━━━ Excerpted records

// The class parity report through the real HTTP API and database: figures equal the engine's on
// the same numbers, class statistics equal simple-statistics (a general-purpose statistics package),
// published versions are frozen, the PDF and CSV carry the same figures, and only published
// reports are public.
import { test, before } from 'node:test';
import assert from 'node:assert/strict';
import { randomUUID, createHash } from 'node:crypto';
import fs from 'node:fs';
import path from 'node:path';
import * as ss from 'simple-statistics';
import { parse } from 'csv-parse/sync';
import { PDFDocument } from 'pdf-lib';
import { HttpSession } from '../support/http-session';
import { DEMO, DEMO_PASSWORD, BASE_URL } from '../support/env';
import { query } from '../support/db';
import { checkpointCovering, checkpointSignatureHolds } from '../support/chain-checkpoint';
import { extractPdfText } from '../support/pdf-text';
import { computeParity } from '../../lib/core/engine/parity';
import { computeAreaEquivalentDiameterFromReadingsMm } from '../../lib/core/engine/measurement';
import { interpolateDensityIttc } from '../../lib/core/engine/water';

const organiser = new HttpSession();
let eventId: string;
let classId: string;
let ruleVersionId: string;
const boats: { entryId: string; boatId: string; powerKw: number; readings: number[] }[] = [];
const RULES = {
  nozzle: { maxMm: 102, minMm: null, minReadings: 3, defaultUncertaintyMm: 0.05 },
  power: { minKw: 150, maxKw: 300, defaultUncertaintyKw: 6 },
  weight: { minKg: null, includesDriver: true, defaultUncertaintyKg: 1 },
  decisionRule: 'iso14253',
  safetyItems: [],
  parity: {
    pumpEfficiency: 0.9,
    nozzleLossCoefficient: 0.02,
    inletLossCoefficient: 0.2,
    wakeFraction: 0,
    referenceSpeedsMs: [10, 20, 30],
  },
};

async function addInspection(entryId: string, boatId: string, readings: number[], result = 'conforms', U = 0.05) {
  const organiserId = (await query<{ id: string }>('select id from users where email = $1', [DEMO.organiser]))[0].id;
  await query(
    `insert into inspections (event_id, entry_id, boat_id, class_id, rule_version_id, recorded_by_id, idempotency_key, captured_at, measurements, results, overall_result)
     values ($1, $2, $3, $4, $5, $6, $7, now(), $8, $9, $10)`,
    [
      eventId,
      entryId,
      boatId,
      classId,
      ruleVersionId,
      organiserId,
      randomUUID(),
      JSON.stringify({
        nozzle: { readings: readings.map((d, i) => ({ diameterMm: d, angleDeg: i * 60 })) },
        power: { evidenceSeen: true },
      }),
      JSON.stringify([{ rule: 'nozzle_max', expandedUncertainty: U, verdict: result }]),
      result,
    ],
  );
}

before(async () => {
  await organiser.signInWithPassword(DEMO.organiser, DEMO_PASSWORD);
  const ev = await organiser.json('/api/events', {
    organisationId: '0b0e0000-0000-4000-8000-000000000001',
    name: 'Parity Test Sprint',
    venue: 'Test Water',
    startsOn: '2027-05-01',
    endsOn: '2027-05-01',
    timeZone: 'UTC',
    status: 'racing',
    waterKind: 'fresh',
    waterTemperatureC: 20,
    waterDensityKgM3: null,
    protestWindowMinutes: 30,
    currency: 'NZD',
    entryFeeMinor: 0,
    protestFeeMinor: 0,
  });
  eventId = ev.body.data.id;
  classId = (await organiser.json(`/api/events/${eventId}/classes`, { name: 'Parity Test', code: 'PT' })).body.data.id;
  await organiser.json(`/api/events/${eventId}/classes/${classId}/rules`, { powerUnit: 'kW', rules: RULES }, 'PUT');
  ruleVersionId = (
    await organiser.json(`/api/events/${eventId}/classes/${classId}/rules/publish`, { changeNote: 'test' })
  ).body.data.id;
  const entrantId = (await query<{ id: string }>('select id from users where email = $1', [DEMO.entrant]))[0].id;
  const specs = [
    { powerKw: 240, readings: [101.2, 101.35, 101.28] },
    { powerKw: 255, readings: [99.8, 99.9, 99.85] },
    { powerKw: 230, readings: [101.9, 101.85, 101.95] },
    { powerKw: 262, readings: [98.7, 98.75, 98.72] },
    { powerKw: 248, readings: [100.4, 100.5, 100.45] },
  ];
  for (const [i, s] of specs.entries()) {
    const [{ id: boatId }] = await query<{ id: string }>(
      `insert into boats (owner_id, name, declared_nozzle_mm, declared_power_kw) values ($1, $2, 101, $3) returning id`,
      [entrantId, `Parity Boat ${i + 1}`, s.powerKw],
    );
    const [{ id: entryId }] = await query<{ id: string }>(
      `insert into entries (event_id, class_id, boat_id, entrant_id, race_number, status, fee_minor, currency) values ($1, $2, $3, $4, $5, 'entered', 0, 'NZD') returning id`,
      [eventId, classId, boatId, entrantId, 100 + i],
    );
    boats.push({ entryId, boatId, ...s });
    await addInspection(entryId, boatId, s.readings);
  }
  // Two boats that must be listed, not silently left out: one failed, one never inspected.
  for (const [i, name] of ['Failed Boat', 'Uninspected Boat'].entries()) {
    const [{ id: boatId }] = await query<{ id: string }>(
      `insert into boats (owner_id, name, declared_nozzle_mm, declared_power_kw) values ($1, $2, 103, 250) returning id`,
      [entrantId, name],
    );
    const [{ id: entryId }] = await query<{ id: string }>(
      `insert into entries (event_id, class_id, boat_id, entrant_id, race_number, status, fee_minor, currency) values ($1, $2, $3, $4, $5, 'entered', 0, 'NZD') returning id`,
      [eventId, classId, boatId, entrantId, 200 + i],
    );
    if (i === 0) await addInspection(entryId, boatId, [102.2, 102.3, 102.25], 'does_not_conform');
  }
});

test('draft figures equal the engine on the same numbers; class statistics equal simple-statistics', async () => {
  const res = await organiser.fetch(`/api/events/${eventId}/classes/${classId}/report`);
  assert.equal(res.status, 200);
  const { draft } = (await res.json()).data;
  assert.equal(draft.inputs.boats.length, 5);
  assert.deepEqual(draft.inputs.excluded.map((e: { reason: string }) => e.reason).sort(), [
    'Latest inspection does not conform',
    'Not inspected yet',
  ]);
  // ITTC Recommended Procedure 7.5-02-01-03: fresh water at 20 °C is 998.2071 kg/m³.
  assert.equal(draft.inputs.density.densityKgM3, 998.2071);

  const expected = computeParity(
    boats.map((b) => ({
      id: b.entryId,
      label: '',
      powerKw: b.powerKw,
      nozzleDiameterMm: computeAreaEquivalentDiameterFromReadingsMm(b.readings),
      // Evidence seen without its kind counts as a maker's rating: U = 8 % of the power (k = 2), above
      // the class's 6 kW here; standard u = U/2 (common practice, no source: Boreline's default).
      uPowerKw: (0.08 * b.powerKw) / 2,
      uNozzleDiameterMm: 0.025,
    })),
    {
      densityKgM3: interpolateDensityIttc('fresh', 20),
      pumpEfficiency: 0.9,
      nozzleLossCoefficient: 0.02,
      inletLossCoefficient: 0.2,
      wakeFraction: 0,
      referenceSpeedsMs: [10, 20, 30],
    },
  );
  for (const e of expected.boats) {
    const got = draft.results.parity.boats.find((b: { id: string }) => b.id === e.id);
    assert.ok(Math.abs(got.staticThrustN - e.staticThrustN) < 1e-6);
    assert.ok(Math.abs(got.uStaticThrustN - e.uStaticThrustN) < 1e-6);
    assert.ok(Math.abs(got.equalisingNozzleDiameterMm - e.equalisingNozzleDiameterMm) < 1e-9);
    assert.deepEqual(
      got.thrustAtReferenceSpeeds.map((t: { thrustN: number }) => +t.thrustN.toFixed(6)),
      e.thrustAtReferenceSpeeds.map((t) => +t.thrustN.toFixed(6)),
    );
  }
  for (const b of draft.inputs.boats) assert.equal(b.powerEvidence, 'maker_rating');
  // The Monte Carlo's pair chances agree in direction with the nominal figures when the gap is wide.
  const odds = draft.results.odds;
  assert.equal(odds.pairs.length, (5 * 4) / 2);
  for (const pair of odds.pairs) {
    const [a, b] = [pair.aId, pair.bId].map((id: string) => expected.boats.find((x) => x.id === id)!);
    const chance = pair.probabilityAAhead[0].probability;
    assert.ok(chance >= 0 && chance <= 1);
    const gap = (a.staticThrustN - b.staticThrustN) / Math.hypot(a.uStaticThrustN, b.uStaticThrustN);
    if (gap > 3) assert.ok(chance > 0.99, `${gap} standard uncertainties apart: ${chance}`);
    if (gap < -3) assert.ok(chance < 0.01, `${gap} standard uncertainties apart: ${chance}`);
  }
  assert.ok(draft.results.parity.boats.every((b: { rangeEqualising: unknown }) => b.rangeEqualising));
  const t0 = expected.boats.map((b) => b.staticThrustN);
  const s = draft.results.parity.summary;
  assert.ok(Math.abs(s.medianStaticThrustN - ss.median(t0)) < 1e-6);
  assert.ok(Math.abs(s.minStaticThrustN - ss.min(t0)) < 1e-9);
  assert.ok(Math.abs(s.maxStaticThrustN - ss.max(t0)) < 1e-9);
  assert.ok(Math.abs(s.coefficientOfVariationPercent - (ss.sampleStandardDeviation(t0) / ss.mean(t0)) * 100) < 1e-9);
  assert.ok(Math.abs(s.spreadPercent - ((ss.max(t0) - ss.min(t0)) / ss.median(t0)) * 100) < 1e-9);
  assert.ok(Math.abs(s.maxMinRatio - ss.max(t0) / ss.min(t0)) < 1e-12);
});

test('a published version never changes after later inspections; a new version shows the change', async () => {
  const pub1 = await organiser.json(`/api/events/${eventId}/classes/${classId}/report/publish`, { note: 'first look' });
  assert.equal(pub1.res.status, 201, JSON.stringify(pub1.body));
  const v1 = await (await fetch(`${BASE_URL}/api/reports/${pub1.body.data.publicId}`)).json();
  await addInspection(boats[0].entryId, boats[0].boatId, [100.1, 100.2, 100.15]);
  const v1Again = await (await fetch(`${BASE_URL}/api/reports/${pub1.body.data.publicId}`)).json();
  assert.deepEqual(v1Again.data.results, v1.data.results);
  await assert.rejects(
    query(`update parity_reports set note = 'x' where public_id = $1`, [pub1.body.data.publicId]),
    /append-only/,
  );

  const pub2 = await organiser.json(`/api/events/${eventId}/classes/${classId}/report/publish`, {
    note: 'after re-inspection',
  });
  assert.equal(pub2.body.data.number, 2);
  const v2 = await (await fetch(`${BASE_URL}/api/reports/${pub2.body.data.publicId}`)).json();
  const before = v1.data.results.parity.boats.find((b: { id: string }) => b.id === boats[0].entryId);
  const after = v2.data.results.parity.boats.find((b: { id: string }) => b.id === boats[0].entryId);
  assert.ok(after.nozzleDiameterMm < before.nozzleDiameterMm);
  const page = await (await fetch(`${BASE_URL}/reports/${pub2.body.data.publicId}`)).text();
  assert.match(page, /Since version (<!-- -->)?1</);
  assert.match(page, /static thrust \d+ → \d+ N/);
});

test('the PDF opens with pdf-lib and carries the class, the rule version and one row per boat; the CSV parses to the page figures', async () => {
  // Its own published version (not one left by an earlier test), read back from the class's list of versions.
  const pub = await organiser.json(`/api/events/${eventId}/classes/${classId}/report/publish`, { note: 'PDF and CSV' });
  assert.equal(pub.res.status, 201, JSON.stringify(pub.body));
  const versions = (await (await organiser.fetch(`/api/events/${eventId}/classes/${classId}/report`)).json()).data
    .versions;
  const latest = versions[0];
  assert.equal(latest.publicId, pub.body.data.publicId, 'the newest version is the one just published');
  const pdfRes = await fetch(`${BASE_URL}/api/reports/${latest.publicId}/pdf`);
  assert.equal(pdfRes.headers.get('content-type'), 'application/pdf');
  const bytes = new Uint8Array(await pdfRes.arrayBuffer());
  const doc = await PDFDocument.load(bytes);
  assert.ok(doc.getPageCount() >= 1);
  const textAll = (await extractPdfText(bytes)).join('\n');
  assert.match(textAll, /Parity Test \(PT\)/);
  assert.match(textAll, /class rules version 1/);
  for (let i = 0; i < 5; i++)
    assert.match(textAll, new RegExp(`\\n${100 + i}\\nParity Boat ${i + 1}\\n`), `row for boat ${i + 1}`);
  assert.match(textAll, /Failed Boat: Latest inspection does not conform/);
  assert.match(textAll, /licensed officials/);

  const report = (await (await fetch(`${BASE_URL}/api/reports/${latest.publicId}`)).json()).data;
  const csv = await (await fetch(`${BASE_URL}/api/reports/${latest.publicId}/csv`)).text();
  const rows = parse(csv, { columns: true }) as Record<string, string>[];
  assert.equal(rows.length, 5);
  for (const row of rows) {
    const input = report.inputs.boats.find((b: { raceNumber: number }) => b.raceNumber === Number(row.race_number));
    const figures = report.results.parity.boats.find((b: { id: string }) => b.id === input.entryId);
    assert.equal(Number(row.static_thrust_n), figures.staticThrustN);
    assert.equal(Number(row.deviation_from_median_percent), figures.deviationFromMedianPercent);
    assert.equal(Number(row.thrust_at_20_ms_n), figures.thrustAtReferenceSpeeds[1].thrustN);
  }
});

━━━━━━

#### Instructions for the task
From the records above, print exactly the lines that run from the line with "assert.ok(Math.abs(s.spreadPercent - ((ss.max(t0)" to the line with "assert.deepEqual(v1Again.data.results, v1.data.results);", inclusive.

#### Your response
  assert.ok(Math.abs(s.spreadPercent - ((ss.max(t0) - ss.min(t0)) / ss.median(t0)) * 100) < 1e-9);
  assert.ok(Math.abs(s.maxMinRatio - ss.max(t0) / ss.min(t0)) < 1e-12);
});

test('a published version never changes after later inspections; a new version shows the change', async () => {
  const pub1 = await organiser.json(`/api/events/${eventId}/classes/${classId}/report/publish`, { note: 'first look' });
  assert.equal(pub1.res.status, 201, JSON.stringify(pub1.body));
  const v1 = await (await fetch(`${BASE_URL}/api/reports/${pub1.body.data.publicId}`)).json();
  await addInspection(boats[0].entryId, boats[0].boatId, [100.1, 100.2, 100.15]);
  const v1Again = await (await fetch(`${BASE_URL}/api/reports/${pub1.body.data.publicId}`)).json();
  assert.deepEqual(v1Again.data.results, v1.data.results);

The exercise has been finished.